A Simple Neural Network for XOR made in Python from Scratch
XOR (exclusive OR) is a binary logic gate operation that takes two binary inputs (0 or 1) and produces a single output (0 or 1). Here in XOR, the ouput of the operation is equal to 1 if and only if both the inputs are different (not the same inputs). If both inputs are the same, then the ouput is 0.
I chose XOR specifically as it's the simplest problem to solve for a Neural Network as a single-layer perceptron cannot solve for XOR because the data is not linearly separable. Neural Networks can solve non-linear separable problems by adding hidden layers between the input and output which allows them to learn complex, non-linear decision boundaries such as XOR.
The Neural network consits of 2 inputs, 3 neurons in the hidden layer which apply the non-linear transformation in this case the sigmoid activation function and in the output layer there is 1 neuron which gives one number between 0 and 1 which represent the predicted probability.
The Training process consited of 4*2 matrix of all possible combinations of two binary inputs which is XOR function.

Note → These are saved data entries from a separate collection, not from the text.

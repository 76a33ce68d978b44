"""Event lists for partner stations: export in open formats, strict and safe import.

An event list is one station's events plus a header that travels with them: station
name and position, antenna and receiver, clock-sync state, band and cadence, the rxlog
version and the ``format_version`` of this layout. Three encodings carry the same
content:

- CSV (RFC 4180) with ISO 8601 UTC times: header lines ``# key: value`` before the
  column row;
- JSON (RFC 8259): ``{"header": {...}, "events": [{...}, ...]}``;
- VOTable 1.4 (IVOA), written with astropy.io.votable: station metadata as PARAMs,
  format and provenance as INFOs, one FIELD per column with unit and UCD.

Single notable events also go out as IVOA VOEvent 2.0 notices.

Imports take files from anyone, so they are strict and safe: nothing is evaluated or
unpickled, XML with a DOCTYPE or entity declarations is refused before any XML library
sees it, each bad row is reported with file and line and skipped, and a file with
nothing usable left is refused with an ``RxlogError``.
"""

from __future__ import annotations

import csv
import datetime as _dt
import io
import json
import math
import re
import time
import xml.etree.ElementTree as ET
from dataclasses import dataclass, field
from pathlib import Path

import defusedxml
import defusedxml.ElementTree as defused_et
import numpy as np

from rxlog import __version__, validate
from rxlog.errors import RxlogError
from rxlog.fileio import write_atomic
from rxlog.store import CLASSES, LABELS, EventStore
from rxlog.timeutil import iso, parse_iso

# Version of the export layout (columns, header keys, encodings). Readers accept every
# version up to this one; a file from a newer rxlog is read for the columns this
# version knows, with a notice.
FORMAT_VERSION = 1
FORMAT_NAME = "rxlog event list"

FORMATS = ("csv", "json", "votable")
SUFFIX = {"csv": ".csv", "json": ".json", "votable": ".vot"}

# (name, kind, unit, UCD (IVOA UCD1+ words), description). The order is the column order.
COLUMNS = (
    ("station", "str", "", "meta.id;instr.obsty", "Station that recorded the event"),
    ("event_id", "str", "", "meta.id;meta.main", "Event id, unique within the station"),
    ("start_utc", "time", "", "time.start", "Start of the event, ISO 8601 UTC"),
    ("end_utc", "time", "", "time.end", "End of the event, ISO 8601 UTC"),
    ("peak_utc", "time", "", "time.epoch", "Time of the peak, ISO 8601 UTC"),
    ("fmin_mhz", "float", "MHz", "em.freq;stat.min", "Lowest frequency of the event"),
    ("fmax_mhz", "float", "MHz", "em.freq;stat.max", "Highest frequency of the event"),
    ("peak_excess_db", "float", "dB", "phot.flux.density;arith.ratio", "Peak power above the background"),
    ("snr", "float", "", "stat.snr", "Signal-to-noise ratio of the detection"),
    ("drift_mhz_s", "float", "MHz/s", "arith.rate;em.freq", "Frequency drift rate (negative: downward)"),
    ("class", "str", "", "src.class", "Detector class: " + ", ".join(CLASSES)),
    ("confidence", "float", "", "stat.probability", "Detector confidence in the class, 0-1"),
    ("label", "str", "", "meta.code.class", "Reviewer's label, if any: " + ", ".join(LABELS)),
    ("cml3_deg", "float", "deg", "pos.bodyrc.lon", "Jupiter central meridian longitude, System III (1965), at the peak"),
    ("io_phase_deg", "float", "deg", "time.phase", "Geocentric Io phase at the peak"),
    ("source_region", "str", "", "meta.code", "Jovian source region (Io-A, Io-B, ...), if any"),
    ("jupiter_alt_deg", "float", "deg", "pos.az.alt", "Jupiter's altitude at the station at the peak"),
    ("sun_alt_deg", "float", "deg", "pos.az.alt", "The Sun's altitude at the station at the peak"),
)
COLUMN_NAMES = tuple(c[0] for c in COLUMNS)
KIND = {c[0]: c[1] for c in COLUMNS}
REQUIRED = ("event_id", "start_utc", "end_utc", "peak_utc", "fmin_mhz", "fmax_mhz", "class")

# Header keys: name -> (kind, unit, UCD, description).
HEADER = {
    "format": ("str", "", "meta.code", "Always 'rxlog event list'"),
    "format_version": ("int", "", "meta.version", "Version of this export layout"),
    "rxlog_version": ("str", "", "meta.version", "rxlog version that wrote the file"),
    "exported_utc": ("time", "", "time.creation", "When the file was written, ISO 8601 UTC"),
    "station": ("str", "", "meta.id;instr.obsty", "Station name"),
    "latitude_deg": ("float", "deg", "pos.earth.lat", "Geodetic latitude, north"),
    "longitude_deg": ("float", "deg", "pos.earth.lon", "Longitude, east"),
    "elevation_m": ("float", "m", "pos.earth.altitude", "Height above the WGS84 ellipsoid"),
    "antenna": ("str", "", "instr.setup", "Antenna, free text"),
    "receiver": ("str", "", "instr.setup", "Receiver kind"),
    "clock_sync": ("str", "", "meta.code.status", "Clock synchronisation state at export time"),
    "band_fmin_mhz": ("float", "MHz", "em.freq;stat.min", "Lower edge of the recorded band"),
    "band_fmax_mhz": ("float", "MHz", "em.freq;stat.max", "Upper edge of the recorded band"),
    "channels": ("int", "", "meta.number", "Channels across the band"),
    "cadence_s": ("float", "s", "time.interval", "Seconds between spectra"),
    "period_start_utc": ("time", "", "time.start", "Start of the exported period (empty: from the first event)"),
    "period_end_utc": ("time", "", "time.end", "End of the exported period (empty: to the last event)"),
    "n_events": ("int", "", "meta.number", "Number of events in the file"),
}

STATION_NAME = re.compile(r"[A-Za-z0-9_-]{1,40}")
# Times as rxlog writes them (rxlog.timeutil.iso); others are rewritten in this form.
CANONICAL_TIME = re.compile(r"\d{4}-\d\d-\d\dT\d\d:\d\d:\d\d\.\d{3}Z")

# Ranges of numbers on import (inclusive). Frequencies: the band an rxlog station can be
# configured for ([spectra] fmin_mhz, fmax_mhz); angles by their definitions; the site as
# [station] accepts it; cadence as rxlog.validate. A row with a value outside is skipped
# with a notice, a header value outside is ignored with a notice, as for a wrong type.
COLUMN_RANGES = {
    "fmin_mhz": (validate.MIN_BAND_MHZ, validate.MAX_BAND_MHZ),
    "fmax_mhz": (validate.MIN_BAND_MHZ, validate.MAX_BAND_MHZ),
    "confidence": (0.0, 1.0),
    "cml3_deg": (0.0, 360.0),
    "io_phase_deg": (0.0, 360.0),
    "jupiter_alt_deg": (-90.0, 90.0),
    "sun_alt_deg": (-90.0, 90.0),
}
HEADER_RANGES = {
    "latitude_deg": (-90.0, 90.0),
    "longitude_deg": (-180.0, 180.0),
    "elevation_m": (-500.0, 9000.0),
    "band_fmin_mhz": (validate.MIN_BAND_MHZ, validate.MAX_BAND_MHZ),
    "band_fmax_mhz": (validate.MIN_BAND_MHZ, validate.MAX_BAND_MHZ),
    "channels": (1, 1 << 20),
    "cadence_s": (validate.MIN_CADENCE_S, validate.MAX_CADENCE_S),
    "n_events": (0, 1 << 40),
    "format_version": (1, 1 << 20),
}

# Limits that keep a hostile or broken file from exhausting memory (our own choice: a
# year of events of a busy station is a few MB).
MAX_FILE_BYTES = 256 * 1024 * 1024
MAX_LINE_CHARS = 64 * 1024
MAX_ROW_NOTICES = 20  # problem rows reported one by one per file; the rest are counted


# -- writing -------------------------------------------------------------------------------

def station_header(cfg, clock_sync: str = "unknown", n_events: int = 0,
                   t0: float | None = None, t1: float | None = None) -> dict:
    """The header of an event list for the station of ``cfg``."""
    st, sp = cfg["station"], cfg["spectra"]
    return {
        "format": FORMAT_NAME,
        "format_version": FORMAT_VERSION,
        "rxlog_version": __version__,
        "exported_utc": iso(time.time()),
        "station": st["name"],
        "latitude_deg": float(st["latitude_deg"]),
        "longitude_deg": float(st["longitude_deg"]),
        "elevation_m": float(st["elevation_m"]),
        "antenna": st.get("antenna", ""),
        "receiver": cfg["receiver"]["kind"],
        "clock_sync": clock_sync or "unknown",
        "band_fmin_mhz": float(sp["fmin_mhz"]),
        "band_fmax_mhz": float(sp["fmax_mhz"]),
        "channels": int(sp["channels"]),
        "cadence_s": float(sp["cadence_s"]),
        "period_start_utc": iso(t0) if t0 is not None else None,
        "period_end_utc": iso(t1) if t1 is not None else None,
        "n_events": int(n_events),
    }


def export_events(cfg, path, fmt: str, t0: float | None = None, t1: float | None = None,
                  include_rfi: bool = False, labelled_only: bool = False) -> int:
    """Write this station's events peaking in [t0, t1) to ``path`` as csv, json or votable.

    Returns the number of events written. The file is replaced atomically.
    """
    if fmt not in FORMATS:
        raise RxlogError(f"unknown export format {fmt!r}; expected one of {', '.join(FORMATS)}")
    if not Path(cfg.store_path).exists():
        raise RxlogError(f"{cfg.store_path}: no event store yet; run the logger (or the demo) first")
    store = EventStore(cfg.store_path)
    try:
        events = store.events(t0=t0, t1=t1, include_rfi=include_rfi, labelled_only=labelled_only,
                              station=cfg["station"]["name"])
        health = store.latest_health(cfg["station"]["name"]) or store.latest_health()
    finally:
        store.close()
    clock = (health or {}).get("clock_sync") or "unknown"
    header = station_header(cfg, clock_sync=clock, n_events=len(events), t0=t0, t1=t1)
    write_event_list(path, fmt, header, events)
    return len(events)


def write_event_list(path, fmt: str, header: dict, events: list[dict]) -> Path:
    """Write ``events`` (dicts with the event store's field names) with ``header`` to ``path``."""
    if fmt not in FORMATS:
        raise RxlogError(f"unknown export format {fmt!r}; expected one of {', '.join(FORMATS)}")
    header = dict(header, n_events=len(events))
    rows = [_export_row(e) for e in events]
    if fmt == "csv":
        data = _csv_bytes(header, rows)
    elif fmt == "json":
        data = _json_bytes(header, rows)
    else:
        data = _votable_bytes(header, rows)
    return write_atomic(Path(path), data)


def _export_row(ev: dict) -> dict:
    row = {}
    for name in COLUMN_NAMES:
        v = ev.get(name)
        if KIND[name] == "float":
            v = None if v is None or not math.isfinite(float(v)) else float(v)
        elif KIND[name] == "time":
            v = None if v in (None, "") else iso(parse_iso(v) if isinstance(v, str) else float(v))
        else:
            v = None if v in (None, "") else _one_line(str(v))
        row[name] = v
    return row


def _one_line(text: str) -> str:
    return " ".join(str(text).split())


def _text(v) -> str:
    """A header or cell value as text: floats in their shortest exact form."""
    if v is None:
        return ""
    if isinstance(v, float):
        return repr(v)
    return _one_line(str(v))


def _csv_bytes(header: dict, rows: list[dict]) -> bytes:
    out = io.StringIO(newline="")
    out.write(f"# {FORMAT_NAME}: one station's events; times ISO 8601 UTC, frequencies MHz\n")
    for key in HEADER:
        out.write(f"# {key}: {_text(header.get(key))}\n")
    w = csv.writer(out, lineterminator="\n")
    w.writerow(COLUMN_NAMES)
    for r in rows:
        w.writerow([_text(r[c]) for c in COLUMN_NAMES])
    return out.getvalue().encode("utf-8")


def _json_bytes(header: dict, rows: list[dict]) -> bytes:
    doc = {"header": {k: header.get(k) for k in HEADER}, "events": rows}
    return (json.dumps(doc, indent=1, allow_nan=False, ensure_ascii=False) + "\n").encode("utf-8")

These were:
- (0,0) -> Expected Output = 0
- (0,1) -> Expected Ouput = 1
- (1,0) -> Expected Output = 1
- (1,1) -> Expected Ouput = 0
The goal of the Training the Neural Network was to adjust the weights/biases so that the the output for each of the inputs correspond to the expected output for XOR.
The main steps for Training the Neural Network are as follows:
- Forward Propagation - inputs and biases are passed through the Neural Network to generate an output. This invlvec calulating the weighted sums as each of the layers from the input layer, through the hidden layer to the output layer, applying the sigmoid activation function and obtaining the Output Predicition.

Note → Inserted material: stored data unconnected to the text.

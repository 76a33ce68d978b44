"""Receiver sources: where complex samples come from, and when they were taken.

Every source has the same small interface, so the channelizer, the sweeper and the
logger never care which one they read:

- ``open()``, ``close()``;
- ``tune(center_hz)``: retune (the sky frequency of the window centre); starts a new
  segment;
- ``read(n_samples) -> SampleBlock``: synchronous; raises ``EndOfStream`` when a
  recording (or a finite simulation) has no more samples and ``ReceiverLost`` when a
  live receiver stops delivering (the logger closes it and reopens it later);
- properties ``rate_hz``, ``center_hz``, ``gain_db`` and ``segment``.

Kinds (``[receiver] kind``): ``rtlsdr`` (a USB dongle through pyrtlsdr), ``rtltcp`` (a
dongle served by rtl_tcp on another computer) and ``recording`` (a SigMF or raw file
replayed at full speed); ``simulated`` is ``rxlog.sim.iq.SimulatedReceiver``.
``rxlog.station.sources.open_source(cfg)`` builds the configured one.

Time. An RTL2832U sends neither timestamps nor sequence numbers and its crystal is off
by 1-50 ppm (up to ~4 s a day). Live sources therefore count samples and discipline the
count against the host with ``ClockDiscipline``: the count's rate is tracked against
CLOCK_MONOTONIC (a count falling behind the clock means samples were lost: a gap, given
as ``SampleBlock.dropped_before``, never glued over), and sample times are anchored to
CLOCK_REALTIME (NTP) for UTC.
"""

from __future__ import annotations

import collections
import json
import logging
import math
import socket
import struct
import time
from dataclasses import dataclass
from pathlib import Path

import numpy as np

from rxlog import validate
from rxlog.errors import RxlogError
from rxlog.retry import DoublingWait
from rxlog.timeutil import parse_iso

log = logging.getLogger("rxlog.receiver")


# ---------------------------------------------------------------------------- the contract

@dataclass
class SampleBlock:
    """Consecutive complex samples from one source, with their time and receiver state."""

    samples: np.ndarray        # complex64 (n,), full scale about 1
    t0: float                  # POSIX seconds UTC of samples[0] (disciplined for live sources)
    center_hz: float           # sky frequency at the window centre (upconverter LO already removed)
    rate_hz: float             # complex samples per second
    gain_db: float             # receiver gain in force (NaN when not known)
    segment: str               # changes whenever tuning, gain or rate changes
    dropped_before: int = 0    # samples known lost just before samples[0]: a gap, never glued over

    @property
    def n(self) -> int:
        return int(self.samples.shape[0])

    @property
    def t_end(self) -> float:
        """POSIX seconds just after the last sample."""
        return self.t0 + self.n / self.rate_hz


class EndOfStream(EOFError):
    """The source has no more samples (end of a recording or of a finite simulation)."""


class ReceiverLost(RxlogError):
    """A live receiver stopped delivering samples (unplugged, USB reset, server gone)."""


# Sample formats (SigMF datatype names): numpy dtype of one real component, and the
# (offset, scale) that maps a component to full scale about 1. cu8 follows librtlsdr's
# convention of 127.5 for zero (pyrtlsdr's packed_bytes_to_iq does the same).
FORMATS: dict[str, tuple[np.dtype, float, float]] = {
    "cu8": (np.dtype(np.uint8), 127.5, 1 / 127.5),
    "ci8": (np.dtype(np.int8), 0.0, 1 / 128.0),
    "ci16_le": (np.dtype("<i2"), 0.0, 1 / 32768.0),
    "cf32_le": (np.dtype("<f4"), 0.0, 1.0),
}

_CU8_LUT: np.ndarray | None = None


def to_complex64(raw: np.ndarray, fmt: str) -> np.ndarray:
    """Interleaved I/Q components of format ``fmt`` (see FORMATS) -> complex64 samples."""
    global _CU8_LUT
    if fmt == "cu8":
        if _CU8_LUT is None:
            # one table lookup per sample: byte pair (I low, Q high) -> complex64
            v = np.arange(65536)
            lut = np.empty(65536, np.complex64)
            lut.real = ((v & 0xFF) - 127.5) / 127.5
            lut.imag = ((v >> 8) - 127.5) / 127.5
            _CU8_LUT = lut
        raw = np.ascontiguousarray(raw, dtype=np.uint8)
        return _CU8_LUT[raw[: raw.size & ~1].view("<u2")]
    if fmt == "cf32_le":
        return np.ascontiguousarray(raw, dtype="<f4")[: raw.size & ~1].view(np.complex64).astype(np.complex64)
    dtype, offset, scale = FORMATS[fmt]
    x = np.asarray(raw)[: raw.size & ~1].astype(np.float32)
    if offset:
        x -= offset
    x *= scale
    return x.view(np.complex64)


def _segment_id(prefix: str, t: float, n: int) -> str:
    """A segment id unique across restarts: kind, UTC of its start, running number."""
    return f"{prefix}-{time.strftime('%Y%m%dT%H%M%S', time.gmtime(t))}-{n}"


# ---------------------------------------------------------------------------- clock discipline

class ClockDiscipline:
    """Times and gaps for a stream of counted samples from a free-running crystal.

    Call ``push(n, item)`` right after each read of ``n`` samples returns; it reads both
    host clocks. ``pop_ready()`` then hands back ``(item, t0_utc, dropped_before)`` for
    each read whose fate is decided, in order. ``stamp(n)`` does both for a source without
    look-ahead.

    Model. The read of the sample with running index e returns on CLOCK_MONOTONIC at
    ``m = a + e / r + latency`` with latency >= 0 and r the true sample rate (nominal
    ± the crystal error). Every ``fit_interval_s`` of samples the read with the smallest
    ``m - e / r_nominal`` (the least-delayed one) becomes an envelope point; a straight
    line through the envelope points of the last ``fit_span_s`` gives ``a`` and ``r``.
    With 40 ppm and a fit over 10 minutes the rate is known to better than 1 ppm after a
    few minutes, so extrapolation errors stay far below a millisecond.

    Drops. The residual ``d = m - (a + e / r)`` of a read is its latency plus whatever the
    count is missing. A read that returns late but brings contiguous samples (a busy host,
    a stalled network) is followed by reads that catch up, so ``d`` falls back; samples
    that were lost keep every later read late. The decision for a read is therefore made
    on the smallest ``d`` among it and the ``lookahead`` reads after it: above
    ``tolerance_s`` means that many seconds of samples (rounded to whole samples) were
    lost just before it. USB synchronous reads need little look-ahead (the dongle queues
    only a few ms, so a host that falls behind loses samples at the next read); rtl_tcp
    needs more (the server and TCP queue, and the network stalls). A read only a few ms
    late whose successors are later still is taken as late, and the loss put before the
    next read. ``pop_ready(flush=True)`` decides what is pending on the reads there are
    (before a retune, say).

    Steering. The time track (the time of the next sample) follows the fitted line with
    a bounded slew of ``max_slew`` (1000 ppm: a 10 ms correction takes 10 s) so block
    times stay continuous; errors over ``step_s`` are stepped at once.

    UTC. A sample's CLOCK_MONOTONIC time is moved to UTC with the CLOCK_REALTIME minus
    CLOCK_MONOTONIC difference read at the same moment, so NTP's slewing and steps of
    the host clock pass straight through. The constant part of the transport latency
    (USB ~1 ms) is not removed.
    """

    def __init__(self, rate_hz: float, *, monotonic=time.monotonic, realtime=time.time,
                 lookahead: int = 0, tolerance_s: float = 0.004, fit_interval_s: float = 5.0,
                 fit_span_s: float = 600.0, max_slew: float = 1e-3, step_s: float = 0.25):
        self.rate_nominal = float(rate_hz)
        self.monotonic, self.realtime = monotonic, realtime
        self.lookahead = int(lookahead)
        self.tolerance_s = float(tolerance_s)
        self.fit_interval = int(fit_interval_s * rate_hz)
        self.fit_points = max(2, int(round(fit_span_s / fit_interval_s)))
        self.max_slew, self.step_s = float(max_slew), float(step_s)
        self.count = 0                  # running index of the next sample (lost ones included)
        self.dropped_total = 0
        self.received_total = 0
        self.a: float | None = None     # fitted line: mono(e) = a + e * s
        self.s = 1.0 / self.rate_nominal
        self.track: float | None = None  # monotonic time of sample ``count`` as handed out
        self._queue: collections.deque = collections.deque()
        self._points: collections.deque = collections.deque(maxlen=self.fit_points)
        self._bin_end = self.fit_interval
        self._bin_best: tuple[float, int, float] | None = None

    @property
    def rate_hz(self) -> float:
        """Current estimate of the true sample rate (samples per CLOCK_MONOTONIC second)."""
        return 1.0 / self.s

    @property
    def pending_samples(self) -> int:
        """Samples read but not yet handed out (waiting for their look-ahead)."""
        return sum(q[0] for q in self._queue)

    def push(self, n_samples: int, item=None) -> None:
        """Record that a read of ``n_samples`` has just returned (reads both clocks now)."""
        m = self.monotonic()
        off = self.realtime() - m
        self._queue.append((int(n_samples), m, off, item))
        self.received_total += int(n_samples)

    def pop_ready(self, flush: bool = False) -> list[tuple[object, float, int]]:
        """Decided reads, oldest first: (item, UTC of its first sample, samples lost before it)."""
        out = []
        while len(self._queue) > self.lookahead or (flush and self._queue):
            out.append(self._decide())
        return out

    def stamp(self, n_samples: int) -> tuple[float, int]:
        """``push`` then decide at once (look-ahead 0): (UTC of the first sample, samples lost before)."""
        self.push(n_samples)
        _, t0, dropped = self.pop_ready(flush=True)[-1]
        return t0, dropped

    def _decide(self):
        n, m, off, item = self._queue[0]
        if self.a is None:                         # first read: the line passes through it
            self.a = m - (self.count + n) * self.s
            self.track = self.a + self.count * self.s
        # residuals of this read and the look-ahead reads, assuming nothing lost after it
        d, e = [], self.count
        for k, (nk, mk, _, _) in enumerate(self._queue):
            if k > self.lookahead:
                break
            e += nk
            d.append(mk - (self.a + e * self.s))
        excess = min(d)
        # A read a few ms late followed by a loss (later reads later still) is a late read:
        # a host that falls behind loses samples at its *next* read, so the loss goes there.
        if len(d) > 1 and excess == d[0] and excess < 3 * self.tolerance_s and min(d[1:]) - d[0] > self.tolerance_s:
            excess = 0.0
        dropped = 0
        if excess > self.tolerance_s:
            dropped = int(round(excess / self.s))
            self.count += dropped
            self.dropped_total += dropped
            self.track += dropped * self.s
        # steer the track toward the fitted line, slew-limited
        target = self.a + self.count * self.s
        err = target - self.track
        if abs(err) > self.step_s:
            self.track = target
        else:
            self.track += max(-self.max_slew * n * self.s, min(self.max_slew * n * self.s, err))
        t0_mono = self.track
        self.track += n * self.s
        self.count += n
        self._queue.popleft()
        self._envelope(self.count, m)
        return item, t0_mono + off, dropped

    def _envelope(self, e_end: int, m: float) -> None:
        """Keep the least-delayed read of each fit interval; refit the line when one closes."""
        key = m - e_end / self.rate_nominal
        if self._bin_best is None or key < self._bin_best[0]:
            self._bin_best = (key, e_end, m)
        if len(self._points) < 2:           # no line yet: keep it under every read so far
            self.a = min(self.a, m - e_end * self.s)
        if e_end < self._bin_end:
            return
        self._points.append(self._bin_best[1:])
        self._bin_best = None
        self._bin_end = e_end + self.fit_interval
        if len(self._points) >= 2:
            e = np.array([p[0] for p in self._points], dtype=np.float64)
            mm = np.array([p[1] for p in self._points], dtype=np.float64)
            e0, m0 = e.mean(), mm.mean()
            de = e - e0
            s = float(np.dot(de, mm - m0) / np.dot(de, de))
            # a rate more than 1000 ppm from nominal is not a crystal error: keep the old one
            if abs(s * self.rate_nominal - 1.0) < 1e-3:
                self.s = s
            self.a = float(m0 - e0 * self.s)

- Backpropagation - calulate the error loss between the prediction output and the expected output using the Mean Squared Error Loss (MSE) Function. Then calulate the gradient of the loss with respect to the weights/biases which results in how much each of those weights/biases cotributed to the error. Adjust weights/biases according to error contribtion.
- Sigmoid Activation Function - introduce non-linearity to the Neural Network: $$ \sigma(x) = \frac{1}{1 + e^{-x}} $$
- MSE (Mean Squared Error) Loss Function - $$ MSE = \frac{1}{n} \sum_{i=1}^{n} (y_{\text{pred}} - y_{\text{true}})^2 $$
After training the Neural Network for 10,000 epochs with a learning rate of 0.1, the training process took 0.5556 seconds. During training, the model adjusted the weights and biases to minimize the loss, and the predictions gradually became more accurate. This resulted in Raw Prections (Before Rounding) and Predicted Classes (After Rounding).
Raw Predictions (Before Rounding):
| Input (x1, x2) | Raw Predicted Output |
|---|---|
| (0, 0) | 0.05917951 |
| (0, 1) | 0.95001299 |
| (1, 0) | 0.9500065 |
| (1, 1) | 0.05039647 |
Predicted Classes (After Rounding):
| Input (x1, x2) | Predicted Output (After Rounding) | Expected Output |
|---|---|---|
| (0, 0) | 0 | 0 |
| (0, 1) | 1 | 1 |
| (1, 0) | 1 | 1 |
| (1, 1) | 0 | 0 |
In conclusion, this Simple Neural Network for XOR made in Python from Scratch * successfully learnt the XOR function without any external Machine Learning Libraries/Frameworks such as PyTorch or Tensorflow or JAX, only using basic principles such as Forward Propagation, Backpropagation, Sigmoid Activation Function and MSE (Mean Squared Error Loss) by adjusting the weights/biases through Backpropagation and reducing the loss over time. This resulted in correctly predicing XOR outputs for the given inputs.